▶ _What to work on_
What lines of the data below hold the string "fromGpa"? Copy each one out.

▶ _Data in this exercise_
■ ■ ■ ■
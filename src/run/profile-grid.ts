/**
 * The fixed pressure grid of the profile table (`run --profiles FROM:TO:STEP`, GPa).
 */
import { InputError } from '../errors.js';
import { MODEL_MAX_P_GPA } from '../physics/types.js';

/** A pressure grid from fromGpa to toGpa (inclusive when a whole number of steps away), GPa. */
export interface ProfileGrid {
  readonly fromGpa: number;
  readonly toGpa: number;
  readonly stepGpa: number;
}

/** Largest number of grid points (the profile table has points x scenarios rows). */
export const MAX_PROFILE_POINTS = 100_001;

/** Number of points of a grid: from, from + step, ... up to to (a remainder below 1e-9 step counts as reached). */
function profileGridCount(grid: ProfileGrid): number {
  return Math.floor((grid.toGpa - grid.fromGpa) / grid.stepGpa + 1e-9) + 1;
}

/** The grid pressures, ascending, rounded to 1e-12 GPa so decimal steps give decimal values. */
export function profileGridPressures(grid: ProfileGrid): Float64Array {
  const n = profileGridCount(grid);
  const out = new Float64Array(n);
  for (let i = 0; i < n; i++) out[i] = Math.round((grid.fromGpa + i * grid.stepGpa) * 1e12) / 1e12;
  return out;
}

/** The grid as written in metadata and manifests: "from:to:step" (GPa). */
export function formatProfileGrid(grid: ProfileGrid): string {
  return `${grid.fromGpa}:${grid.toGpa}:${grid.stepGpa}`;
}

/**
 * Parse `FROM:TO:STEP` in GPa, e.g. `0:8:0.05`.
 * @throws InputError naming the option, the value and what is allowed
 */
export function parseProfileGrid(text: string): ProfileGrid {
  const parts = text.split(':').map((s) => s.trim());
  const nums = parts.map((s) => (s === '' ? Number.NaN : Number(s)));
  const bad = (why: string): InputError => new InputError(`--profiles: ${JSON.stringify(text)} ${why}; give FROM:TO:STEP in GPa, e.g. 0:8:0.05`);
  if (parts.length !== 3 || nums.some((n) => !Number.isFinite(n))) throw bad('is not three numbers');
  const [fromGpa, toGpa, stepGpa] = nums;
  if (fromGpa < 0 || toGpa > MODEL_MAX_P_GPA) throw bad(`leaves the model range 0 to ${MODEL_MAX_P_GPA} GPa`);
  if (!(toGpa > fromGpa)) throw bad('must go from a lower to a higher pressure');
  if (!(stepGpa > 0)) throw bad('needs a positive step');
  const grid = { fromGpa, toGpa, stepGpa };
  if (profileGridCount(grid) > MAX_PROFILE_POINTS) throw bad(`has ${profileGridCount(grid)} points; at most ${MAX_PROFILE_POINTS} are allowed`);
  return grid;
}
■ ■ ■ ■
▶ _Your solution_
/** A pressure grid from fromGpa to toGpa (inclusive when a whole number of steps away), GPa. */
  readonly fromGpa: number;
  return Math.floor((grid.toGpa - grid.fromGpa) / grid.stepGpa + 1e-9) + 1;
  for (let i = 0; i < n; i++) out[i] = Math.round((grid.fromGpa + i * grid.stepGpa) * 1e12) / 1e12;
  return `${grid.fromGpa}:${grid.toGpa}:${grid.stepGpa}`;
  const [fromGpa, toGpa, stepGpa] = nums;
  if (fromGpa < 0 || toGpa > MODEL_MAX_P_GPA) throw bad(`leaves the model range 0 to ${MODEL_MAX_P_GPA} GPa`);
  if (!(toGpa > fromGpa)) throw bad('must go from a lower to a higher pressure');
  const grid = { fromGpa, toGpa, stepGpa };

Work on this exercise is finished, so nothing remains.